Yes, we are doing shows this weekend. Wish us luck!


----------



## gdgli (Aug 24, 2011)

Sunrise said:


> Sunday: Fun Field trial with Faelan
> Monday: Obedience (fronts, finishes w/ dumbbell, change of pace, recalls with games).Agility: Double up jumps : serpentines, pinwheels, 270s
> Tuesday: Obedience Class with Towhee (she's baaaaaaaaaaaack  )
> Wednesday: Agility class all 3 dogs
> ...


Busy week. Good luck at the fun trial!


----------



## gdgli (Aug 24, 2011)

GoldenSail said:


> Yes, we are doing shows this weekend. Wish us luck!


Good luck!


----------



## DNL2448 (Feb 13, 2009)

GoldenSail said:


> Yes, we are doing shows this weekend. Wish us luck!


Have a great time, and best of luck to you two! Is this the local show, or are you having to travel? Report in when you can, we'll all be waiting to hear how you do...


----------



## hotel4dogs (Sep 29, 2008)

will be thinking of you guys, wishing you great luck! Can't wait to hear how it goes!


----------



## Loisiana (Jul 29, 2009)

We're showing this weekend too (though not nearly as exciting as Lisa), and I already think I need a bottle of Pepto.


----------



## hotel4dogs (Sep 29, 2008)

Jodie, Showing is always exciting, and I will be thinking of you, too!


----------



## DNL2448 (Feb 13, 2009)

Jodie, I always need something stronger than Pepto. Good luck and HAVE FUN!


----------



## Loisiana (Jul 29, 2009)

hotel4dogs said:


> Jodie, Showing is always exciting, and I will be thinking of you, too!


Oh yes, I am very excited! I just meant I think Lisa is entered in Novice, while I'm doing rally and some nonreg/option titling. I'd rather be doing novice. Still nervous enough to feel sick though!


----------



## GoldenSail (Dec 30, 2008)

Well we shall see what happens--it might be exciting but not in the way you are thinking!


----------



## sterregold (Dec 9, 2009)

We are going to be lazy trainers this week before I get back to buckling down on Bonnie's basics.

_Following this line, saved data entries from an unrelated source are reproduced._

/* A table of open addressing: index + 1, or 0; `active` is a power of two. */
struct slots {
    uint32_t *at;
    size_t cap, active;
};

/* `key`: its kind and everything in it. */
struct table {
    size_t n;
    const double *key;
    const void *is; /* struct years, course, chain or windows */
};

struct graph {
    struct arena *arena;
    ARRAY(struct graph_node) nodes;
    ARRAY(node_id) args;
    ARRAY(struct dim) dims; /* distinct */
    ARRAY(const struct diagram *) diagrams; /* distinct */
    ARRAY(struct table) tables;             /* distinct */
    ARRAY(double) key;                      /* scratch: of a table */
    ARRAY(struct section) sections;
    bool open;
    struct slots equal;    /* nodes of the open section */
    struct slots diagram;  /* all diagrams */
    struct slots table;    /* all tables */
    struct degrees *degrees;
};

/* ---- finding what is equal ---- */

static void slots_clear(struct arena *a, struct slots *s, size_t active)
{
    if (active > s->cap) {
        s->at = NEW_ARRAY(a, active, uint32_t);
        s->cap = active;
    } else {
        memset(s->at, 0, active * sizeof *s->at);
    }
    s->active = active;
}

/* The first free slot for a hash. */
static uint32_t *slots_free(struct slots *s, uint64_t hash)
{
    size_t i = hash & (s->active - 1);
    while (s->at[i])
        i = (i + 1) & (s->active - 1);
    return &s->at[i];
}

static uint64_t mix(uint64_t h, uint64_t x)
{
    h = (h ^ x) * UINT64_C(0x9E3779B97F4A7C15);
    return h ^ h >> 32;
}

static uint64_t bits(double x)
{
    uint64_t b;
    memcpy(&b, &x, sizeof b);
    return b;
}

static uint64_t node_hash(const struct graph_node *n, const node_id *args)
{
    uint64_t h = mix(n->op | (uint64_t)n->dim << 16 | (uint64_t)n->n << 32, n->extra);
    h = mix(h, n->table);
    for (uint32_t i = 0; i < n->n; i++)
        h = mix(h, args[i]);
    return h ^ h >> 29;
}

static bool node_equal(const struct graph *g, const struct graph_node *m,
                       const struct graph_node *n, const node_id *args)
{
    return m->op == n->op && m->dim == n->dim && m->n == n->n && m->extra == n->extra &&
           m->table == n->table &&
           (n->n == 0 || memcmp(g->args.at + m->first, args, n->n * sizeof *args) == 0);
}

/* ---- graph and sections ---- */

struct graph *graph_new(struct arena *a)
{
    struct graph *g = NEW(a, struct graph);
    g->arena = a;
    array_reserve(a, &g->args, 1); /* never NULL, so that offsets into it are defined */
    slots_clear(a, &g->diagram, FIRST_SLOTS);
    slots_clear(a, &g->table, FIRST_SLOTS);
    return g;
}

struct arena *graph_arena(const struct graph *g)
{
    return g->arena;
}

struct degrees **graph_degrees(const struct graph *g)
{
    /* What is found out about an immutable node does not change the graph. */
    return (struct degrees **)&g->degrees;
}

section_id graph_section_begin(struct graph *g, uint32_t tag)
{
    assert(!g->open);
    g->open = true;
    *array_push(g->arena, &g->sections) =
        (struct section){.first = (node_id)g->nodes.n, .tag = tag};
    slots_clear(g->arena, &g->equal, FIRST_SLOTS);
    return (section_id)(g->sections.n - 1);
}

void graph_section_end(struct graph *g)
{
    assert(g->open);
    g->open = false;
}

size_t graph_sections(const struct graph *g)
{
    return g->sections.n;
}

void graph_section(const struct graph *g, section_id s, node_id *first, size_t *count,
                   uint32_t *tag)
{
    assert(s < g->sections.n);
    *first = g->sections.at[s].first;
    *count = g->sections.at[s].count;
    *tag = g->sections.at[s].tag;
}

/* The last section that begins at or before the node (empty ones have no node). */
section_id graph_section_of(const struct graph *g, node_id n)
{
    assert(n < g->nodes.n);
    size_t low = 0, high = g->sections.n;
    while (high - low > 1) {
        size_t middle = low + (high - low) / 2;
        if (g->sections.at[middle].first <= n)
            low = middle;
        else
            high = middle;
    }
    return (section_id)low;
}

/* ---- building ---- */

static uint16_t dim_index(struct graph *g, struct dim d)
{
    for (size_t i = 0; i < g->dims.n; i++)
        if (memcmp(&g->dims.at[i], &d, sizeof d) == 0)
            return (uint16_t)i;
    assert(g->dims.n <= UINT16_MAX);
    *array_push(g->arena, &g->dims) = d;
    return (uint16_t)(g->dims.n - 1);
}

static void grow_table(struct graph *g)
{
    const struct section *s = array_last(&g->sections);
    slots_clear(g->arena, &g->equal, 2 * g->equal.active);
    for (node_id i = s->first; i < g->nodes.n; i++) {
        const struct graph_node *n = &g->nodes.at[i];
        *slots_free(&g->equal, node_hash(n, g->args.at + n->first)) = i + 1;
    }
}

static node_id append(struct graph *g, struct graph_node n, const node_id *args)
{
    assert(g->nodes.n < NODE_NONE - 1 && g->args.n <= UINT32_MAX - n.n);
    array_reserve(g->arena, &g->args, n.n);
    n.first = (uint32_t)g->args.n;
    if (n.n)
        memcpy(g->args.at + g->args.n, args, n.n * sizeof *args);
    g->args.n += n.n;
    *array_push(g->arena, &g->nodes) = n;
    array_last(&g->sections)->count++;
    return (node_id)(g->nodes.n - 1);
}

/* The node of the open section that equals n, made when there is none. */
static node_id intern(struct graph *g, struct graph_node n, const node_id *args)
{
    assert(g->open);
    if (2 * (size_t)(array_last(&g->sections)->count + 1) > g->equal.active)
        grow_table(g);
    size_t mask = g->equal.active - 1, i = node_hash(&n, args) & mask;
    for (; g->equal.at[i]; i = (i + 1) & mask) {
        node_id m = g->equal.at[i] - 1;
        if (node_equal(g, &g->nodes.at[m], &n, args))
            return m;
    }
    node_id made = append(g, n, args);
    g->equal.at[i] = made + 1;
    return made;
}

node_id graph_const(struct graph *g, double value, struct dim dim)
{
    return intern(g, (struct graph_node){.op = OP_CONST, .dim = dim_index(g, dim),
                                         .constant = value}, NULL);
}

node_id graph_input(struct graph *g, uint32_t input, double mean, struct dim dim)
{
    return intern(g, (struct graph_node){.op = OP_INPUT, .dim = dim_index(g, dim),
                                         .extra = input, .constant = mean}, NULL);
}

/* The dimension that the unit rule gives, everything the caller must keep asserted. */
static struct dim checked_dim(const struct graph *g, enum graph_op op, size_t n,
                              const node_id *args)
{
    const struct graph_op_info *info = graph_op_info(op);
    assert(g->open && n >= info->least && (info->most == 255 || n <= info->most));
    for (size_t i = 0; i < n; i++)
        assert(args[i] < g->nodes.n &&
               (op == OP_PICK || g->nodes.at[args[i]].op != OP_DIAGRAM));
    struct dim dim = {{0}};
    bool fits = op_rule(op)->unit(g, n, args, &dim);
    assert(fits);
    (void)info, (void)fits;
    return dim;
}

node_id graph_op(struct graph *g, enum graph_op op, size_t n, const node_id *args)
{
    assert(op < OP_COUNT && op_rule(op)->point);
    struct dim dim = checked_dim(g, op, n, args);
    return intern(g, (struct graph_node){.op = (uint16_t)op, .dim = dim_index(g, dim),
                                         .n = (uint32_t)n}, args);
}

node_id graph_apart(struct graph *g, node_id n, uint32_t number)
{
    struct graph_node copy = *graph_at(g, n);
    assert(g->open && number > 0);
    bool is_plain = copy.op != OP_INPUT && copy.op != OP_DIAGRAM && copy.op != OP_PICK;
    if (!is_plain || n < array_last(&g->sections)->first)
        return n;
    copy.extra = number;
    return intern(g, copy, g->args.at + copy.first);
}

node_id graph_op1(struct graph *g, enum graph_op op, node_id x)
{
    return graph_op(g, op, 1, &x);
}

node_id graph_op2(struct graph *g, enum graph_op op, node_id x, node_id y)
{
    return graph_op(g, op, 2, (node_id[]){x, y});
}

node_id graph_annuity(struct graph *g, node_id rate, node_id from, node_id to)
{
    return graph_op(g, OP_ANNUITY, 3, (node_id[]){rate, from, to});
}

/* ---- tables ---- */

/* Room for a key that is looked up. */
static double *key_room(struct graph *g, size_t n)
{
    g->key.n = 0;
    array_reserve(g->arena, &g->key, n);
    return g->key.at;
}

static uint64_t key_hash(size_t n, const double *key)
{
    uint64_t h = n;
    for (size_t i = 0; i < n; i++)
        h = mix(h, bits(key[i]));
    return h ^ h >> 29;
}

static void grow_tables(struct graph *g)
{
    slots_clear(g->arena, &g->table, 2 * g->table.active);
    for (size_t i = 0; i < g->tables.n; i++)
        *slots_free(&g->table, key_hash(g->tables.at[i].n, g->tables.at[i].key)) = (uint32_t)i + 1;
}

/* The number, from 1, of the table with this key; a new one `is` nothing yet. */
static uint64_t table_number(struct graph *g, size_t n, const double *key)
{
    if (2 * (g->tables.n + 1) > g->table.active)
        grow_tables(g);
    size_t mask = g->table.active - 1, i = key_hash(n, key) & mask;
    for (; g->table.at[i]; i = (i + 1) & mask) {
        const struct table *t = &g->tables.at[g->table.at[i] - 1];
        if (t->n == n && memcmp(t->key, key, n * sizeof *key) == 0)
            return g->table.at[i];
    }
    const double *kept = arena_copy(g->arena, key, n * sizeof *key);
    *array_push(g->arena, &g->tables) = (struct table){.n = n, .key = kept};
    return g->table.at[i] = (uint32_t)g->tables.n;
}

static const void *table_of(const struct graph *g, node_id n, enum graph_op op)
{
    const struct graph_node *node = graph_at(g, n);
    assert(node->op == op && node->table);
    (void)op;
    return g->tables.at[node->table - 1].is;
}

/* ---- diagrams ---- */

static void grow_diagrams(struct graph *g)
{
    slots_clear(g->arena, &g->diagram, 2 * g->diagram.active);
    for (size_t i = 0; i < g->diagrams.n; i++)
        *slots_free(&g->diagram, g->diagrams.at[i]->hash) = (uint32_t)i + 1;
}

/* The number of a diagram; equal ones have one number. */
static uint32_t diagram_index(struct graph *g, const struct diagram *d)
{
    if (2 * (g->diagrams.n + 1) > g->diagram.active)
        grow_diagrams(g);
    size_t mask = g->diagram.active - 1, i = d->hash & mask;
    for (; g->diagram.at[i]; i = (i + 1) & mask)
        if (diagram_equal(g->diagrams.at[g->diagram.at[i] - 1], d))
            return g->diagram.at[i] - 1;
    *array_push(g->arena, &g->diagrams) = d;
    g->diagram.at[i] = (uint32_t)g->diagrams.n;
    return (uint32_t)g->diagrams.n - 1;
}

node_id graph_diagram(struct graph *g, const struct diagram *d, size_t n, const node_id *args)
{
    assert(n >= d->n_variables);
    struct dim dim = checked_dim(g, OP_DIAGRAM, n, args);
    return intern(g, (struct graph_node){.op = OP_DIAGRAM, .dim = dim_index(g, dim),
                                         .n = (uint32_t)n, .extra = diagram_index(g, d)}, args);
}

She did a really good job on the weekend--her final water retrieve on Sunday was tough as the gunner misthrew and it landed in the weeds instead of in the water but she bee-lined to it!

Going to finally do my laundry and clean the house instead!!


----------



## Loisiana (Jul 29, 2009)

Since we are entered in graduate open on Sunday, I might actually pull my articles out of the car and attempt to train them a couple of times this week. I have been very bad about leaving them in the car and just pulling them out when we get to a training session somewhere, about twice a month.


----------



## Loisiana (Jul 29, 2009)

I actually did it! I brought the articles in when I came home and we trained them! Go me for doing something productive today!

I am very excited because not only did Flip do articles correctly (which I would expect him to at this point), but he did it with the CAT walking around him! You have no idea what a milestone this is!

Then we went outside to do some go-outs and a little heeling, and he stayed right with me wherever I went! I didn't have to work to keep him there, I didn't even have to ask or tell him, when I started walking he just went with me. No zooming around like an idiot!

Maybe I'll just buy my next dog as a two and a half year old and skip over the "no brain cells" phase.

Now if he could just get these stays down. I'm ready to start showing the guy in utility, but we have to get these darn stays first!


----------



## K9-Design (Jan 18, 2009)

Another trip out to Williston today. We trained on the big range field between the two big ponds. There is a mound for the line there (field trial), did two marks one about 180 yards diagonal across a curving, raised road and another short one about 110 yards also across a road that had weeds grown up on the edges. One LONG blind 200+ down the middle. I just took Slater but want to come back and do the marks with Fisher, moving the blind over so it's closer to the mark.


----------



## MarieP (Aug 21, 2011)

Let's see, training this week. Sunday I did a little bit of three handed casting but he was having trouble with the backs. I backed up a bit and made it easier for him so we could get some success. Today we did some again and he was much better. Only struggled one time. He is also becoming much more steady. I had him sit and moved out to throw him a mark and then sent him from there. He didn't move! Very happy about that.

We have also been working on heeling, and he is looking good. I also worked hard on getting him into better heel position when lining up for a mark. He always wants to be way ahead of me, little booger. 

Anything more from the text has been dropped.